→ WHAT NEEDS TO BE DONE
Read the data below line by line and copy each one with "ScrollView" in it.
--- START ---
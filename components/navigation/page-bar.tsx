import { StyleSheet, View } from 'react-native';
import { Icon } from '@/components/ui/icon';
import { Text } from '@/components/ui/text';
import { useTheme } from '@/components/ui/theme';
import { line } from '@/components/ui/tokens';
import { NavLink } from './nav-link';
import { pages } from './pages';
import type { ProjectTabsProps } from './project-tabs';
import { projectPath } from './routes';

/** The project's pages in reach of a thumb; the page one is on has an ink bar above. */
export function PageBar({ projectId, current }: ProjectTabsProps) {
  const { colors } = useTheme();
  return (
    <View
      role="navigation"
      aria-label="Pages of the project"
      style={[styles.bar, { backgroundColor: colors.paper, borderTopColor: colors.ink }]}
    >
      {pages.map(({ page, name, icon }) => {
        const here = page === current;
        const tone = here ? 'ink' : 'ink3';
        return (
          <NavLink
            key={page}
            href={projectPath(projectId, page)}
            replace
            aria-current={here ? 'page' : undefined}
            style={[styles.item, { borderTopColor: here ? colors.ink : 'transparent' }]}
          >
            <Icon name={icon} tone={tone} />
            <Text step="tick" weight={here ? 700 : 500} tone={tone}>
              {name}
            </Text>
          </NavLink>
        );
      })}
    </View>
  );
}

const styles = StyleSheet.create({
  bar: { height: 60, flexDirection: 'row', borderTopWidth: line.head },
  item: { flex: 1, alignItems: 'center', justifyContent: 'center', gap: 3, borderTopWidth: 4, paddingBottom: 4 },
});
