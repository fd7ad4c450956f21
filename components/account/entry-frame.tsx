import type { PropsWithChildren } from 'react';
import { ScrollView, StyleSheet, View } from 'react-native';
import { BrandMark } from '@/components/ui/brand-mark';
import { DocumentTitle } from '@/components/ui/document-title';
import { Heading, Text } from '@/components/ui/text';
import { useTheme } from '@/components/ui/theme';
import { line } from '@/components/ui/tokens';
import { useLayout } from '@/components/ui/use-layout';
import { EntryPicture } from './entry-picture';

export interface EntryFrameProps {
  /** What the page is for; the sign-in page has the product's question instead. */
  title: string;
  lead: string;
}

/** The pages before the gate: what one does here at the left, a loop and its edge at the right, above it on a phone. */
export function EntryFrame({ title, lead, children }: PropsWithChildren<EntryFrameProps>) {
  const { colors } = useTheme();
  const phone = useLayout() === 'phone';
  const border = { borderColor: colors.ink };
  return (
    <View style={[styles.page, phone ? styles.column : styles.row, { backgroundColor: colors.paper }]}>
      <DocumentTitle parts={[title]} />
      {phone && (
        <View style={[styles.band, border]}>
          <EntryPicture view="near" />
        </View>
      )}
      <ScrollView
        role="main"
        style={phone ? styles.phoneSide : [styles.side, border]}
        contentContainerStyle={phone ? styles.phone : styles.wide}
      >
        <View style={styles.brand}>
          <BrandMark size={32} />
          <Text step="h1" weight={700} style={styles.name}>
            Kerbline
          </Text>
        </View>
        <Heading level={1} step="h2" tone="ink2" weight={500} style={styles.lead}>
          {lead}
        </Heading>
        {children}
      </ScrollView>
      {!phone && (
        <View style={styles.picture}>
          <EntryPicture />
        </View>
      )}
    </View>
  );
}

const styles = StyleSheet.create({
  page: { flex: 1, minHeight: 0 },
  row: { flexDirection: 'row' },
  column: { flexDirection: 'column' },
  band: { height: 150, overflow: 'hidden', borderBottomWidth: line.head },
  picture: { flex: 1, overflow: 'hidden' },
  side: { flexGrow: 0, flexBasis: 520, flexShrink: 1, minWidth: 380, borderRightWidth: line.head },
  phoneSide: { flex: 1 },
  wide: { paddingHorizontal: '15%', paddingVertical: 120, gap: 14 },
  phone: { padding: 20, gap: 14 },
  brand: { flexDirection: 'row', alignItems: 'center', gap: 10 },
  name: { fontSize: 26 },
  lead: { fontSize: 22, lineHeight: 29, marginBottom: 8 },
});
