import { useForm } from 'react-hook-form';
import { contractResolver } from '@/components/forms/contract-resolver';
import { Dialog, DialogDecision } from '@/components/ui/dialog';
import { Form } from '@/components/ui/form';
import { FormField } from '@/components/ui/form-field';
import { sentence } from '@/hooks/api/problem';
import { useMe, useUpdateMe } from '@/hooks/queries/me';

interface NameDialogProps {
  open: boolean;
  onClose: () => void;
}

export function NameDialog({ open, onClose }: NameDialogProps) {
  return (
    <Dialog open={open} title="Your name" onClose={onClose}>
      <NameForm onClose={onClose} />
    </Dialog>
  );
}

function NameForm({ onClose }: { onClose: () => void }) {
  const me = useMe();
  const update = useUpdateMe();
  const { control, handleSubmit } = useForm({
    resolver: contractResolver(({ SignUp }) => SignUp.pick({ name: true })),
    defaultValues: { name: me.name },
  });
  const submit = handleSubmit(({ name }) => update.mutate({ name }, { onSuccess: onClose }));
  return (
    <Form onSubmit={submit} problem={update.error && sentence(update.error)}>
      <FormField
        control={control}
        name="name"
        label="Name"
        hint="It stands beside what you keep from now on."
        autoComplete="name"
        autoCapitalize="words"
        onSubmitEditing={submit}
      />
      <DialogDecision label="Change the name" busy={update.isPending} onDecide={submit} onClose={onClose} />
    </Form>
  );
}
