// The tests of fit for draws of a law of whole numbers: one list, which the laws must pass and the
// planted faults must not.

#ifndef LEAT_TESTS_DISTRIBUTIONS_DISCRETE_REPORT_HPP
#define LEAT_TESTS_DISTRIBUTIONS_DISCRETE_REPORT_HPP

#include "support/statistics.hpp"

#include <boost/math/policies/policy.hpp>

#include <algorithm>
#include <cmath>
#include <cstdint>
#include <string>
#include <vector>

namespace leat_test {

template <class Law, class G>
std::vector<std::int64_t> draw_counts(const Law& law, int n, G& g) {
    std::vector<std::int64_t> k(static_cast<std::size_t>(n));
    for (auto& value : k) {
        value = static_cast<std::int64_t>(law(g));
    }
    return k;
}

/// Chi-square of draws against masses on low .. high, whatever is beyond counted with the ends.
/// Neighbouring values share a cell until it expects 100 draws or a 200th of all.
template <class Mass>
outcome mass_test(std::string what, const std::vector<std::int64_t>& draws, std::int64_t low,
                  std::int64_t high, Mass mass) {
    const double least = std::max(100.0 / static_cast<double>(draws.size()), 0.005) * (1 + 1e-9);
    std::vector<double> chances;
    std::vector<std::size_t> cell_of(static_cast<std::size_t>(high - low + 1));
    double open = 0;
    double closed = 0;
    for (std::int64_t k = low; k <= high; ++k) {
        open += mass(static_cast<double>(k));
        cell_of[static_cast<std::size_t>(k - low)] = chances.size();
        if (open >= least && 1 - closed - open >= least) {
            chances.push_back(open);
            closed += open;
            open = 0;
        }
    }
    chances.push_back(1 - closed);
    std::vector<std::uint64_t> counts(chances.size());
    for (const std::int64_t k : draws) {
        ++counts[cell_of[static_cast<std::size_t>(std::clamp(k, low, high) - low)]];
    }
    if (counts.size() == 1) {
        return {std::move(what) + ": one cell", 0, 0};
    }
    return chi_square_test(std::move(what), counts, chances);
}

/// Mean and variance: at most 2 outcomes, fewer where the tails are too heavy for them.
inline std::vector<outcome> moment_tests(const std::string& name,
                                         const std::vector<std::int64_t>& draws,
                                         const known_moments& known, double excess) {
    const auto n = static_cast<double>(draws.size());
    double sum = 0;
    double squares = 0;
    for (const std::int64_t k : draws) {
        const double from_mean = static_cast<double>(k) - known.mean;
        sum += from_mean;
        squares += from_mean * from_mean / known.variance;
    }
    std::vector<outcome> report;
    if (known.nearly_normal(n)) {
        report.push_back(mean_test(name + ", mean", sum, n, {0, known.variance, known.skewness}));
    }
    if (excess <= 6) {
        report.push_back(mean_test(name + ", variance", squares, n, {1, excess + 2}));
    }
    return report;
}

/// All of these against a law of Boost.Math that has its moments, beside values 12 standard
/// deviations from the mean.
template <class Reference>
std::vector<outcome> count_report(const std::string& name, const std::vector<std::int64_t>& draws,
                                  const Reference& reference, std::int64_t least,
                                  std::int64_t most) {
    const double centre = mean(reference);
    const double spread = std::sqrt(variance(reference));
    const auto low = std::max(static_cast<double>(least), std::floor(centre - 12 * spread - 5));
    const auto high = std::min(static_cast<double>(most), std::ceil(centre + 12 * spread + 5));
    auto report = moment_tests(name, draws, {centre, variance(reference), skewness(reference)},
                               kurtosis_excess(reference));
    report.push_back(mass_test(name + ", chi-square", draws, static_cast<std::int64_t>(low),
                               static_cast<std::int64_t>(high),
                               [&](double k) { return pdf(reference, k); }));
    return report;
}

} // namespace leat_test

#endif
--- END ---
→ RESULT FOR THIS TASK
import { ScrollView, StyleSheet, View } from 'react-native';
      <ScrollView
      </ScrollView>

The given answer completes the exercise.